Studies have shown that interdisciplinary learning improves retention and comprehension, as students are more likely to remember and apply concepts when they see their relevance in multiple domains (Ivanitskaya et al., 2002). The ability to integrate knowledge across disciplines also aligns with real-world problem-solving, where scientific challenges rarely exist in isolation but require a combination of different fields (Dreyfus et al., 2014).

Interdisciplinary education improves critical thinking by encouraging students to analyze problems from multiple perspectives and develop innovative solutions. Inquiry-based and problem-solving approaches, which draw on knowledge from different scientific disciplines, have been shown to improve students’ cognitive flexibility and reasoning abilities (Descamps et al., 2020). For example, incorporating engineering principles into physics coursework allows students to design and test real-world applications, improving their ability to apply theoretical concepts practically (Shaw, 2016).

Research also suggests that interdisciplinary teaching can promote higher-order thinking skills, as students must synthesize information from multiple fields and consider different perspectives when solving complex problems (Spelt et al., 2009). This approach aligns with 21st-century education models, which stress adaptability and creativity as essential competencies for success in STEM careers (Buick, 2016; Bojulaia & Pleasants, 2021).

Interdisciplinary teaching improves student engagement by making physics more relevant and applicable to everyday life. Studies indicate that students are more motivated to learn when they perceive a subject as meaningful and connected to their interests (Ernazarov & Abduqodirov, 2022).

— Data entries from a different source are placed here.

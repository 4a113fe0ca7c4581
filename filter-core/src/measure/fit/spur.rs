//! Spurious responses: found as bumps of the trace (data) and as excess over the fitted
//! response (residual), then started as extra motional branches.

use super::model::{Branch, Data, Model, Params};
use super::noise::{model_db, smooth, Noise};
use std::f64::consts::PI;

/// A secondary resonance seen in the trace.
#[derive(Debug, Clone, Copy)]
pub(super) struct Candidate {
    /// Index range the response occupies (masked when it is not fitted).
    pub i_lo: usize,
    pub i_hi: usize,
    /// Frequency of its maximum, Hz.
    pub f_hz: f64,
    /// Measured level there, dB.
    pub level_db: f64,
    /// How far it stands out (prominence or excess over the model), dB.
    pub strength_db: f64,
    /// Rough −3 dB width, Hz.
    pub width_hz: f64,
}

impl Candidate {
    fn overlaps(&self, lo: f64, hi: f64, data: &Data) -> bool {
        data.f[self.i_hi] >= lo && data.f[self.i_lo] <= hi
    }
}

/// Frequency windows a candidate may not fall in (main peak, known spurious responses).
pub(super) type Windows = Vec<(f64, f64)>;

fn excluded(f: f64, windows: &Windows) -> bool {
    windows.iter().any(|&(a, b)| f >= a && f <= b)
}

/// Parabolic interpolation of the maximum of `y` at `i` on the grid `f`.
fn refine_max(f: &[f64], y: &[f64], i: usize) -> f64 {
    if i == 0 || i + 1 >= y.len() {
        return f[i];
    }
    let (y0, y1, y2) = (y[i - 1], y[i], y[i + 1]);
    let den = y0 - 2.0 * y1 + y2;
    if den >= 0.0 {
        return f[i];
    }
    let t = (0.5 * (y0 - y2) / den).clamp(-1.0, 1.0);
    let h = if t >= 0.0 {
        f[i + 1] - f[i]
    } else {
        f[i] - f[i - 1]
    };
    f[i] + t * h
}

/// Width between the points where `y` falls `drop` below `y[i]` on either side (or to where
/// it stops falling), Hz.
fn width_at(f: &[f64], y: &[f64], i: usize, drop: f64) -> f64 {
    let t = y[i] - drop;
    let mut a = i;
    while a > 0 && y[a - 1] > t && y[a - 1] <= y[a] + 1e-12 {
        a -= 1;
    }
    let mut b = i;
    while b + 1 < y.len() && y[b + 1] > t && y[b + 1] <= y[b] + 1e-12 {
        b += 1;
    }
    (f[b] - f[a]).max(f[(i + 1).min(f.len() - 1)] - f[i.saturating_sub(1)])
}

/// Local maxima of the smoothed trace (other than in `windows`) that rise clearly above their
/// surroundings and above the fitted response: prominence at least 1 dB, and in amplitude at
/// least six times the noise of the smoothed level (dips of a noisy trace are deep in dB, so
/// the test is made in amplitude); 10 dB above the noise floor; and at least 4σ above the
/// model at `p`.
pub(super) fn bumps(
    data: &Data,
    m: &Model,
    p: &Params,
    noise: &Noise,
    k: usize,
    windows: &Windows,
) -> Vec<Candidate> {
    let n = data.n();
    let sm_amp = smooth(&data.amp, k);
    let v = m.values(p, data);
    let sm: Vec<f64> = sm_amp
        .iter()
        .map(|a| 20.0 * a.max(1e-300).log10())
        .collect();
    let floor = noise.floor_db();
    let mut out = Vec::new();
    for i in 2..n.saturating_sub(2) {
        if !(sm[i] > sm[i - 1] && sm[i] >= sm[i + 1]) || excluded(data.f[i], windows) {
            continue;
        }
        if sm[i] < floor + 10.0 {
            continue;
        }
        // Prominence: the lowest point on each side before the trace rises above sm[i] again.
        let mut lo = i;
        let mut left_min = sm[i];
        while lo > 0 && sm[lo - 1] <= sm[i] {
            lo -= 1;
            left_min = left_min.min(sm[lo]);
        }
        let mut hi = i;
        let mut right_min = sm[i];
        while hi + 1 < n && sm[hi + 1] <= sm[i] {
            hi += 1;
            right_min = right_min.min(sm[hi]);
        }
        let prominence = sm[i] - left_min.max(right_min);
        let base_amp = 10f64.powf(left_min.max(right_min) / 20.0);
        let sd = noise.sigma_amplitude(sm_amp[i] * sm_amp[i]) / (k as f64).sqrt();
        let model_amp = (v[i].norm_sqr() + noise.pn).sqrt();
        if prominence < 1.0 || sm_amp[i] - base_amp < 6.0 * sd || sm_amp[i] - model_amp < 4.0 * sd {
            continue;
        }
        let width = width_at(&data.f, &sm, i, 3.0_f64.min(0.5 * prominence));
        let span_pts = ((width / (data.f[1] - data.f[0]).abs()).ceil() as usize).max(3);
        out.push(Candidate {
            i_lo: i.saturating_sub(2 * span_pts),
            i_hi: (i + 2 * span_pts).min(n - 1),
            f_hz: refine_max(&data.f, &sm, i),
            level_db: sm[i],
            strength_db: prominence,
            width_hz: width,
        });
    }
    out
}

/// Regions where the trace stands significantly above the fitted response, outside
/// `windows`: |z| > 4 on the 3-point smoothed normalized dB residual marks a region, and a
/// region with z > 6 and at least 0.5 dB of excess is a spurious response (z in amplitude,
/// against the noise σ at that level).
pub(super) fn excess(
    data: &Data,
    m: &Model,
    p: &Params,
    noise: &Noise,
    windows: &Windows,
) -> Vec<Candidate> {
    let n = data.n();
    let v = m.values(p, data);
    let mut exc = Vec::with_capacity(n);
    let mut z = Vec::with_capacity(n);
    for (i, vi) in v.iter().enumerate() {
        let s2 = vi.norm_sqr();
        exc.push(data.db[i] - model_db(s2, noise.pn));
        // Significance in amplitude: a response far above a low model level is judged
        // against the noise there, not against the dB scatter of the model level.
        let a = (s2 + noise.pn).sqrt();
        z.push((data.amp[i] - a) / noise.sigma_amplitude(s2));
    }
    let exc = smooth(&exc, 3);
    let z = smooth(&z, 3);
    let flagged = |i: usize| z[i].abs() > 4.0 && !excluded(data.f[i], windows);
    let mut out = Vec::new();
    let mut i = 0;
    while i < n {
        if !flagged(i) {
            i += 1;
            continue;
        }
        // A run of flagged points, gaps of up to 3 allowed.
        let lo = i;
        let mut hi = i;
        let mut j = i + 1;
        while j < n && j <= hi + 4 {
            if flagged(j) {
                hi = j;
            }
            j += 1;
        }
        i = hi + 1;
        let Some(top) = (lo..=hi)
            .filter(|&k| z[k] > 6.0 && exc[k] > 0.5)
            .max_by(|&a, &b| exc[a].total_cmp(&exc[b]))
        else {
            continue;
        };
        let a = top.saturating_sub(1);
        let b = (top + 1).min(n - 1);
        let level_db = data.db[a..=b].iter().sum::<f64>() / (b - a + 1) as f64;
        let pad = ((hi - lo) / 2).max(3);
        out.push(Candidate {
            i_lo: lo.saturating_sub(pad),
            i_hi: (hi + pad).min(n - 1),
            f_hz: refine_max(&data.f, &exc, top),
            level_db,
            strength_db: exc[top],
            width_hz: width_at(&data.f, &exc, top, 0.5 * exc[top]),
        });
    }
    out
}

/// Merge candidate lists, dropping any that overlaps a stronger one.
pub(super) fn merge(mut all: Vec<Candidate>, data: &Data) -> Vec<Candidate> {
    all.sort_by(|a, b| b.strength_db.total_cmp(&a.strength_db));
    let mut kept: Vec<Candidate> = Vec::new();
    for c in all {
        if !kept
            .iter()
            .any(|k| c.overlaps(data.f[k.i_lo], data.f[k.i_hi], data))
        {
            kept.push(c);
        }
    }
    kept
}

/// Starting values of a motional branch for candidate `c`: at resonance it adds 1/R to the
/// crystal's admittance, so R is the value that lifts the model to the measured level (found
/// by bisection on ln R); L follows from the width as for the main mode.
pub(super) fn starting_branch(data: &Data, m: &Model, p: &Params, c: &Candidate) -> Option<Branch> {
    let w = 2.0 * PI * c.f_hz;
    let i = data.f.partition_point(|&f| f < c.f_hz).min(data.n() - 1);
    let a = i.saturating_sub(1);
    let b = (i + 1).min(data.n() - 1);
    let measured = data.amp[a..=b].iter().sum::<f64>()
        / (b - a + 1) as f64
        / Model::level_factor(p, data.u[i]);
    let y_rest = m.crystal_admittance(&p.bare(), w);
    let level = |r: f64| (m.two_r0 / ((y_rest + 1.0 / r).inv() + m.rt)).norm();
    let (mut lo, mut hi) = (0.1f64.ln(), 1e7f64.ln());
    if level(hi.exp()) >= measured || level(lo.exp()) <= measured {
        return None;
    }
    for _ in 0..60 {
        let mid = 0.5 * (lo + hi);
        if level(mid.exp()) > measured {
            lo = mid;
        } else {
            hi = mid;
        }
    }
    let rm = (0.5 * (lo + hi)).exp();
    let lm = (rm + m.rt) / (2.0 * PI * c.width_hz.max(1e-9));
    (lm.is_finite() && lm > 0.0).then_some(Branch { fs: c.f_hz, lm, rm })
}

For example, integrating environmental science with physics allows students to explore topics like climate change and renewable energy, which are directly related to global challenges and sustainability efforts (Kimori, 2017).

Moreover, interdisciplinary approaches encourage active learning strategies, such as project-based learning and collaborative problem-solving, which have been shown to increase student participation and curiosity (Brassler & Dettmers, 2017). When students see how physics connects to other disciplines, they develop a stronger intrinsic motivation to explore the subject further and apply their knowledge creatively (Bøe et al., 2024).

2.2. Teacher Perceptions of Interdisciplinary Teaching

Research indicates that teachers generally hold positive views toward interdisciplinary teaching, recognizing its potential to increase student engagement and learning outcomes. A study by Laius and Presmann (2024) found that pre-service science teachers valued integrated teaching approaches, stating that such methods could make learning more relevant and engaging for students. Similarly, a meta-analysis by Becker and Park (2011) revealed that teachers believe interdisciplinary strategies can improve deeper understanding and retention of scientific concepts. However, some educators express concerns about the challenges associated with interdisciplinary instruction, including potential difficulties in curriculum alignment and the need for adequate resources to effectively integrate multiple subjects. A study by Brand and Triplett (2012) indicated that while teachers appreciate the benefits of interdisciplinary teaching, they often feel constrained by standardized curricula and testing requirements.

Several factors impact a teacher’s decision to implement interdisciplinary approaches. Educational background plays a significant role, as teachers with different academic training or exposure to multiple disciplines during their education are more inclined to adopt interdisciplinary methods. Laius and Presmann (2024) observed that pre-service teachers with backgrounds in different science subjects were more enthusiastic about integrated teaching. Teachers’ beliefs and attitudes also influence their willingness to adopt interdisciplinary instruction. Educators who prioritize student-centered learning and recognize the interconnectedness of knowledge are more likely to do interdisciplinary methods, as noted by Becker and Park (2011), who found that teachers who value holistic education approaches tend to support interdisciplinary strategies.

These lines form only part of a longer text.